## [Action item]
When the word "nothere" shows up in a line of the records below, copy that line.
(Data under study)
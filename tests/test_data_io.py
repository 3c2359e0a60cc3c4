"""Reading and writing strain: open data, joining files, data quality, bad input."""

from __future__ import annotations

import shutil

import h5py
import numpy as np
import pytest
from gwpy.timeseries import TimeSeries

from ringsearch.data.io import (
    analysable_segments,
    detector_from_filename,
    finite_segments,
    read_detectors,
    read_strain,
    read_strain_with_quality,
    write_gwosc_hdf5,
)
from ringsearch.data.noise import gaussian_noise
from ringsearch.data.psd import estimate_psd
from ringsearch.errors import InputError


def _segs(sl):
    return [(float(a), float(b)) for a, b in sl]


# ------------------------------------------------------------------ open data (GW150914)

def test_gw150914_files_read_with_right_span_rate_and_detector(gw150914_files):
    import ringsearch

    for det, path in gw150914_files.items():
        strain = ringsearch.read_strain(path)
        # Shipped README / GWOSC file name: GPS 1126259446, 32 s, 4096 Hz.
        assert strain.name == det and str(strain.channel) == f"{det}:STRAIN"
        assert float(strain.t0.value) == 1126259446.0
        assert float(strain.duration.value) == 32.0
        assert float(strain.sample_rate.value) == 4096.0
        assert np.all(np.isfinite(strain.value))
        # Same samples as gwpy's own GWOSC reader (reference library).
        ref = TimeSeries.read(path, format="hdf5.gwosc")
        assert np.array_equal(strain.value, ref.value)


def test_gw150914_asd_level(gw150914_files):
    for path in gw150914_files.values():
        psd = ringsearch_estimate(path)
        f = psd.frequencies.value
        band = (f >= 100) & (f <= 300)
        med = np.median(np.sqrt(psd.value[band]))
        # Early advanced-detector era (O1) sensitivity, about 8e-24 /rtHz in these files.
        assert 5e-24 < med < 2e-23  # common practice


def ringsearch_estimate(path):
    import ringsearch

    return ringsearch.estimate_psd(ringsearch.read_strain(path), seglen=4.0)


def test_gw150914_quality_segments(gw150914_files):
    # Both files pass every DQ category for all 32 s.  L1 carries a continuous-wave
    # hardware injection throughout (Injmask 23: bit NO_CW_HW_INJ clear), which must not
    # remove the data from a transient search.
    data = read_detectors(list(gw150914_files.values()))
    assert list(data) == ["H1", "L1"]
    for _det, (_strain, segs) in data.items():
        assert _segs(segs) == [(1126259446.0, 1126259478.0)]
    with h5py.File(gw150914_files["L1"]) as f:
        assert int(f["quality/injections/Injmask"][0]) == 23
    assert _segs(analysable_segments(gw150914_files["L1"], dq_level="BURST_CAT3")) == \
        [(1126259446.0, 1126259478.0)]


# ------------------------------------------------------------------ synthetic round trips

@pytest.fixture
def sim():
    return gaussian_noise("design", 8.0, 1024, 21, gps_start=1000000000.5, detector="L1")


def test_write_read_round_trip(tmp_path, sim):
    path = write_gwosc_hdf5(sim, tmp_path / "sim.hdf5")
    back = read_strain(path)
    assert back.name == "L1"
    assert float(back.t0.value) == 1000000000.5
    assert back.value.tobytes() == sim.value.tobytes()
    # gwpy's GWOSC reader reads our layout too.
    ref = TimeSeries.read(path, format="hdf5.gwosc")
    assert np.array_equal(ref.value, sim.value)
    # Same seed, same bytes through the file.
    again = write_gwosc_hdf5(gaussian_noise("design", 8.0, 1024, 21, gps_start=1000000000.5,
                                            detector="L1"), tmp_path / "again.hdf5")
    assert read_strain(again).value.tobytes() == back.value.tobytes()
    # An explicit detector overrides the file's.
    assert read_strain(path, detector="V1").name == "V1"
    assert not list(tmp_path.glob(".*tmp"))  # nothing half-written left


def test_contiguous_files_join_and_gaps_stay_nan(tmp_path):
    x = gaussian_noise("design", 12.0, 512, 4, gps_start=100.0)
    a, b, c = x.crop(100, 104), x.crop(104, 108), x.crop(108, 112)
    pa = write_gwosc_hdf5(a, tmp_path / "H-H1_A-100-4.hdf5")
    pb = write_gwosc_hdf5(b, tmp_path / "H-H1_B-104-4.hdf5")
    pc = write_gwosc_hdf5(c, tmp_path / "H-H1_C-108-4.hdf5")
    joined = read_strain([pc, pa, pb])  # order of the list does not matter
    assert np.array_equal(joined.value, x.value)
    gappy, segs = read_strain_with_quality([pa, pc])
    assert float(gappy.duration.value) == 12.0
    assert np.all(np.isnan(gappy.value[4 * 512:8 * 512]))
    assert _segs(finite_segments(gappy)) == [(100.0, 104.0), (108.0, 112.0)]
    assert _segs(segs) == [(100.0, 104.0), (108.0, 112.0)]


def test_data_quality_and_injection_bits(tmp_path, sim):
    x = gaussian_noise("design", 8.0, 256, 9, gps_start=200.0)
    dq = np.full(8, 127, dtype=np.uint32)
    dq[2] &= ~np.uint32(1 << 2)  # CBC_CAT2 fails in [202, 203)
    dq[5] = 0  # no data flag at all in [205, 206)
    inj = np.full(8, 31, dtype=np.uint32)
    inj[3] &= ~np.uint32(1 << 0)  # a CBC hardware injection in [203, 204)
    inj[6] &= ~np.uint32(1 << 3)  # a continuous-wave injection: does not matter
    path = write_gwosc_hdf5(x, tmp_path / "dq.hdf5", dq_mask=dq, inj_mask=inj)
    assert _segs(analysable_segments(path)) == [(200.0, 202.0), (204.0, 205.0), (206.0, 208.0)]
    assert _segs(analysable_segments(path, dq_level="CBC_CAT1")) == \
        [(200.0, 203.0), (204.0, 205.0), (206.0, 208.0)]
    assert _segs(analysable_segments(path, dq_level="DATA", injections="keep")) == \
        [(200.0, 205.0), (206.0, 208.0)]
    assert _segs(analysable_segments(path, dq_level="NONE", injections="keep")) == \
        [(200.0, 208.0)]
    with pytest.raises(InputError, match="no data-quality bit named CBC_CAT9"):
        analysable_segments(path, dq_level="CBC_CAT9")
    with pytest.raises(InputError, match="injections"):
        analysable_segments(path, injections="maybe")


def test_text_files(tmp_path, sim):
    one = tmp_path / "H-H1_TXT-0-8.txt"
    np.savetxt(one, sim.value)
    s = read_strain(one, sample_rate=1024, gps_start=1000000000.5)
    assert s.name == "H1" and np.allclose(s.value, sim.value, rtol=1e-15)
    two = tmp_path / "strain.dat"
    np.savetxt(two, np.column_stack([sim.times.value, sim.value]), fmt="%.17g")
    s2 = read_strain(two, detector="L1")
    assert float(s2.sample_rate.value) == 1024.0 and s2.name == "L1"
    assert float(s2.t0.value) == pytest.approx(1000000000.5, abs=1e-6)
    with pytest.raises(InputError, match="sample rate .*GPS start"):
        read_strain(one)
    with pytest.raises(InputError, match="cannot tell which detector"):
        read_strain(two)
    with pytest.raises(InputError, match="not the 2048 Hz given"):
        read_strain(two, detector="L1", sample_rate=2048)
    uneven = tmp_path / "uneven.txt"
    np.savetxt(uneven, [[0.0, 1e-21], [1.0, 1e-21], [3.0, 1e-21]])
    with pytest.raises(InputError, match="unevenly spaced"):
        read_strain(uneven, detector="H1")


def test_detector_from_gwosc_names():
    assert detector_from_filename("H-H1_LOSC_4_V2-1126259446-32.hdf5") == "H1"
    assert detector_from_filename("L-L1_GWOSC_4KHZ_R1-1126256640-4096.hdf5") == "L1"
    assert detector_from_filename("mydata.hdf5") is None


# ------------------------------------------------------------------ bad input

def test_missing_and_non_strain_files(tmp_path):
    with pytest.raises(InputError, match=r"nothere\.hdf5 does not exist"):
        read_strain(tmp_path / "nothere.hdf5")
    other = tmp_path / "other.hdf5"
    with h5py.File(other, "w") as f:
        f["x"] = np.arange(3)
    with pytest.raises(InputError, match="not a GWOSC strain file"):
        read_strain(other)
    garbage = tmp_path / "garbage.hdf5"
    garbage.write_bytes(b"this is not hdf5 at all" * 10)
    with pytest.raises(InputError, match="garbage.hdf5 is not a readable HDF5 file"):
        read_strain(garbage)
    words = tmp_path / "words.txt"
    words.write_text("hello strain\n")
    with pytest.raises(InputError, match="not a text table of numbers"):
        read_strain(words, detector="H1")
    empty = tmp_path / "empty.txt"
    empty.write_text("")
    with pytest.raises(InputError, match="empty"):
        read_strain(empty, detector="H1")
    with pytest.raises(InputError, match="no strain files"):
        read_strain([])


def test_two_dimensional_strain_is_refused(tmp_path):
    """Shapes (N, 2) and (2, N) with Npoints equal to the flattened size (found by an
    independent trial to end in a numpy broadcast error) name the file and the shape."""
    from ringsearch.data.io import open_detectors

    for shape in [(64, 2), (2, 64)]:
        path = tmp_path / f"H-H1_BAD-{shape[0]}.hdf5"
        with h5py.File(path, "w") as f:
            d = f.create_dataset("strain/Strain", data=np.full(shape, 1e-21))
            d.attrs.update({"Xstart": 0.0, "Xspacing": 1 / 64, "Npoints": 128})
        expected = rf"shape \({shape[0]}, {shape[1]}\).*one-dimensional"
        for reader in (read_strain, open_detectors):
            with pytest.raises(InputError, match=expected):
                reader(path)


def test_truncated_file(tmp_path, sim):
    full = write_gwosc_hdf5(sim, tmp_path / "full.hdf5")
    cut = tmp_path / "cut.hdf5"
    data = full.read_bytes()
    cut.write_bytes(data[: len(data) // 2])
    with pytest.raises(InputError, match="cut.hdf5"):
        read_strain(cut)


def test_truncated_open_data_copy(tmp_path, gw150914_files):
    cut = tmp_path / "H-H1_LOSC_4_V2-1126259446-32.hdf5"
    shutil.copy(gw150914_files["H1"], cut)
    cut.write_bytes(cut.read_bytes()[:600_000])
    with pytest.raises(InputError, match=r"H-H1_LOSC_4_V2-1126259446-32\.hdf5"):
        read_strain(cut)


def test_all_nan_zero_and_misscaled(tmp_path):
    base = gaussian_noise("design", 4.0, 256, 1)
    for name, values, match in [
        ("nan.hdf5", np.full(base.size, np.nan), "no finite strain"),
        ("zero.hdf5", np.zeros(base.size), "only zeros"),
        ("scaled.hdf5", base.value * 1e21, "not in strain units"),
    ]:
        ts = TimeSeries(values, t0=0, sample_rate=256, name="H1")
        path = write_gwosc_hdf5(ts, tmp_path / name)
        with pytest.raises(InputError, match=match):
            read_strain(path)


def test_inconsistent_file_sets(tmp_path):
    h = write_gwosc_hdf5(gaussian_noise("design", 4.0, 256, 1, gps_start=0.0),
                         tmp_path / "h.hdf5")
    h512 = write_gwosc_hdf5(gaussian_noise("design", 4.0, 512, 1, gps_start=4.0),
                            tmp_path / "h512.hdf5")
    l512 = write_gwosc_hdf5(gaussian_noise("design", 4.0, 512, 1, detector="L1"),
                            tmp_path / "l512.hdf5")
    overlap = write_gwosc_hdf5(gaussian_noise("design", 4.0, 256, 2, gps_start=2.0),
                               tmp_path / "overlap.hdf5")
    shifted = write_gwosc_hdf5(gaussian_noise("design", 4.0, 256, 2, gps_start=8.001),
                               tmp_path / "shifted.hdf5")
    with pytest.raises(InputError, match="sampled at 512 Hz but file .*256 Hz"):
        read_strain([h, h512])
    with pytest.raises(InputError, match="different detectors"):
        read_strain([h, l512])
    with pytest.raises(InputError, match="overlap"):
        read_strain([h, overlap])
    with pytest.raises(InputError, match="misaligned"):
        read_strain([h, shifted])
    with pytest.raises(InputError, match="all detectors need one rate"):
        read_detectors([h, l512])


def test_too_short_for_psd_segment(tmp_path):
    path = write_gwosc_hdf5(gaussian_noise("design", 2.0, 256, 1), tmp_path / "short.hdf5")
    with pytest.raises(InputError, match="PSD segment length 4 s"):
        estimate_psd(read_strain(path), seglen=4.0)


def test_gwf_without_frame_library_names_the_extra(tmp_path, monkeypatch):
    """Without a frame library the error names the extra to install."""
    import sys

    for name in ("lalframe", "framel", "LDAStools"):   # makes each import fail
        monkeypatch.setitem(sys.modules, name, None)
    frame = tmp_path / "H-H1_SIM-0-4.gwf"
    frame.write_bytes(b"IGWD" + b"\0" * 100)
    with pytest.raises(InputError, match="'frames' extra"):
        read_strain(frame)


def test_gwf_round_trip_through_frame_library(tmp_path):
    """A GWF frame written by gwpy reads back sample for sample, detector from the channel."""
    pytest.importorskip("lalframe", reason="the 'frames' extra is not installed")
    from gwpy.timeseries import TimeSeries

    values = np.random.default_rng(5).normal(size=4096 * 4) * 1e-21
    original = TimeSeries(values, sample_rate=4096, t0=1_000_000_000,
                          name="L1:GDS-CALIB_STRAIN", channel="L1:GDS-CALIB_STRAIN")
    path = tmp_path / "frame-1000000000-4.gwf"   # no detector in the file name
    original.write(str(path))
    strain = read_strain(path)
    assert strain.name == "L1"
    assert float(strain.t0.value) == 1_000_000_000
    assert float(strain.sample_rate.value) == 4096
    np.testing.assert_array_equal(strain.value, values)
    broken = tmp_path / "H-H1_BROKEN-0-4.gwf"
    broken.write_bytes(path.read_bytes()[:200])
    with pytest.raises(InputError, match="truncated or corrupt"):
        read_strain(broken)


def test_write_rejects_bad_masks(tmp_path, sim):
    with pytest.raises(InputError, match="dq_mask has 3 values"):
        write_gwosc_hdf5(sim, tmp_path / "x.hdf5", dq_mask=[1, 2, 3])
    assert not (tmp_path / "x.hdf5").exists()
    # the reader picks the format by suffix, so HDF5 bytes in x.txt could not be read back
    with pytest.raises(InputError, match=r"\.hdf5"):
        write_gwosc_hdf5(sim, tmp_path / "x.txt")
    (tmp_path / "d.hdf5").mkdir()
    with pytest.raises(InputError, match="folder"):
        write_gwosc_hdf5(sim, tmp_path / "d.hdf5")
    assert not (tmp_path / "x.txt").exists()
(End Data under study)
## [Result for this task]
    with pytest.raises(InputError, match=r"nothere\.hdf5 does not exist"):
        read_strain(tmp_path / "nothere.hdf5")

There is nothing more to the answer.